--- Data to process ---

import { describe, it, expect } from "vitest";
import fc from "fast-check";
import { createRandom, RandomStream, fillUniform, fillNormal, fillGlorotUniform, fillGlorotNormal, initialize, EbbflowError } from "../../src/index.js";
import { check } from "../helpers/property.js";

const draw = (s: RandomStream, n: number) => Array.from({ length: n }, () => s.uniform());

describe("seeded random streams", () => {
  it("same seed, same bits; another seed, other numbers", () => {
    check(
      fc.property(fc.oneof(fc.integer(), fc.string()), (seed) => {
        expect(draw(createRandom(seed), 20)).toEqual(draw(createRandom(seed), 20));
        expect(draw(createRandom(seed).child("a"), 5)).not.toEqual(draw(createRandom(`${String(seed)}x`).child("a"), 5));
      }),
      50,
    );
  });

  it("a named sub-stream depends only on its name: drawing from another consumer first never shifts it", () => {
    const root = createRandom(7);
    const alone = draw(root.child("weights"), 10);
    const other = createRandom(7);
    draw(other, 1000);
    draw(other.child("shuffle"), 1000);
    expect(draw(other.child("weights"), 10)).toEqual(alone);
    expect(draw(root.child("weights"), 10)).not.toEqual(draw(root.child("shuffle"), 10));
  });

  it("saving and restoring a stream continues the same sequence bit for bit (also through JSON)", () => {
    check(
      fc.property(fc.integer(), fc.integer({ min: 0, max: 50 }), (seed, skip) => {
        const s = createRandom(seed).child("x");
        for (let i = 0; i < skip; i++) s.normal();
        const saved = JSON.parse(JSON.stringify(s.saveState()));
        const expected = [s.uniform(), s.normal(), s.normal(), s.int(10)];
        const r = RandomStream.fromState(saved);
        expect([r.uniform(), r.normal(), r.normal(), r.int(10)]).toEqual(expected);
      }),
      30,
    );
  });

  it("uniform numbers lie in [0, 1) with mean near 1/2; int(n) in [0, n); permutations are permutations", () => {
    const s = createRandom(3);
    const u = draw(s, 20000);
    expect(Math.min(...u)).toBeGreaterThanOrEqual(0);
    expect(Math.max(...u)).toBeLessThan(1);
    // mean of U(0,1) is 1/2 with standard error sqrt(1/12/n) ≈ 0.002 (common practice: 5 standard errors)
    expect(Math.abs(u.reduce((a, b) => a + b, 0) / u.length - 0.5)).toBeLessThan(0.01);
    const p = Array.from(s.permutation(50)).sort((a, b) => a - b);
    expect(p).toEqual(Array.from({ length: 50 }, (_, i) => i));
    for (let i = 0; i < 1000; i++) {
      const k = s.int(7);
      expect(k >= 0 && k < 7 && Number.isInteger(k)).toBe(true);
    }
  });

  it("normal numbers have mean 0 and variance 1 (Box & Muller 1958), within 5 standard errors", () => {
    const s = createRandom(11);
    const n = 40000;
    const x = Array.from({ length: n }, () => s.normal());
    const mean = x.reduce((a, b) => a + b, 0) / n;
    const v = x.reduce((a, b) => a + (b - mean) ** 2, 0) / (n - 1);
    expect(Math.abs(mean)).toBeLessThan(5 / Math.sqrt(n));
    // the variance of the sample variance of N(0,1) is 2/(n-1)
    expect(Math.abs(v - 1)).toBeLessThan(5 * Math.sqrt(2 / (n - 1)));
  });
});

describe("weight initialisers", () => {
  it("Glorot uniform stays within ±sqrt(6/(fanIn + fanOut)) with variance 2/(fanIn + fanOut) (Glorot & Bengio 2010)", () => {
    const w = fillGlorotUniform(new Float64Array(50000), createRandom(1), 300, 100);
    const limit = Math.sqrt(6 / 400);
    expect(Math.max(...w.map(Math.abs))).toBeLessThanOrEqual(limit);
    const v = w.reduce((a, b) => a + b * b, 0) / w.length;
    expect(Math.abs(v - 2 / 400) / (2 / 400)).toBeLessThan(0.03);
  });

  it("Glorot normal has variance 2/(fanIn + fanOut); normal and uniform honour their parameters", () => {
    const g = fillGlorotNormal(new Float64Array(50000), createRandom(2), 50, 150);
    expect(Math.abs(g.reduce((a, b) => a + b * b, 0) / g.length / (2 / 200) - 1)).toBeLessThan(0.03);
    const n = fillNormal(new Float32Array(50000), createRandom(3), 2, 0.5);
    expect(Math.abs(n.reduce((a, b) => a + b, 0) / n.length - 2)).toBeLessThan(0.02);
    const u = fillUniform(new Float64Array(1000), createRandom(4), -3, -1);
    expect(u.every((v) => v >= -3 && v < -1)).toBe(true);
    expect(Array.from(initialize(new Float64Array(3), { kind: "constant", value: 0.25 }, createRandom(1), 1, 1))).toEqual([0.25, 0.25, 0.25]);
  });

  it("bad parameters are refused with the parameter's name", () => {
    const bad = (f: () => unknown, path: string) => {
      try {
        f();
        throw new Error("no error");
      } catch (e) {
        expect(e).toBeInstanceOf(EbbflowError);
        expect((e as EbbflowError).path).toBe(path);
      }
    };
    bad(() => createRandom(Number.NaN), "seed");
    bad(() => fillUniform(new Float64Array(2), createRandom(1), 1, 0), "hi");
    bad(() => fillNormal(new Float64Array(2), createRandom(1), 0, -1), "std");
    bad(() => fillGlorotUniform(new Float64Array(2), createRandom(1), 0, 3), "fanIn");
  });
});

---

▸ Problem: Retype the records above from the very first line down to the line with "fc.property(fc.oneof(fc.integer(), fc.string()), (seed)", keeping both of those lines. Include nothing beyond them.

▸ Task solution:
import { describe, it, expect } from "vitest";
import fc from "fast-check";
import { createRandom, RandomStream, fillUniform, fillNormal, fillGlorotUniform, fillGlorotNormal, initialize, EbbflowError } from "../../src/index.js";
import { check } from "../helpers/property.js";

const draw = (s: RandomStream, n: number) => Array.from({ length: n }, () => s.uniform());

describe("seeded random streams", () => {
  it("same seed, same bits; another seed, other numbers", () => {
    check(
      fc.property(fc.oneof(fc.integer(), fc.string()), (seed) => {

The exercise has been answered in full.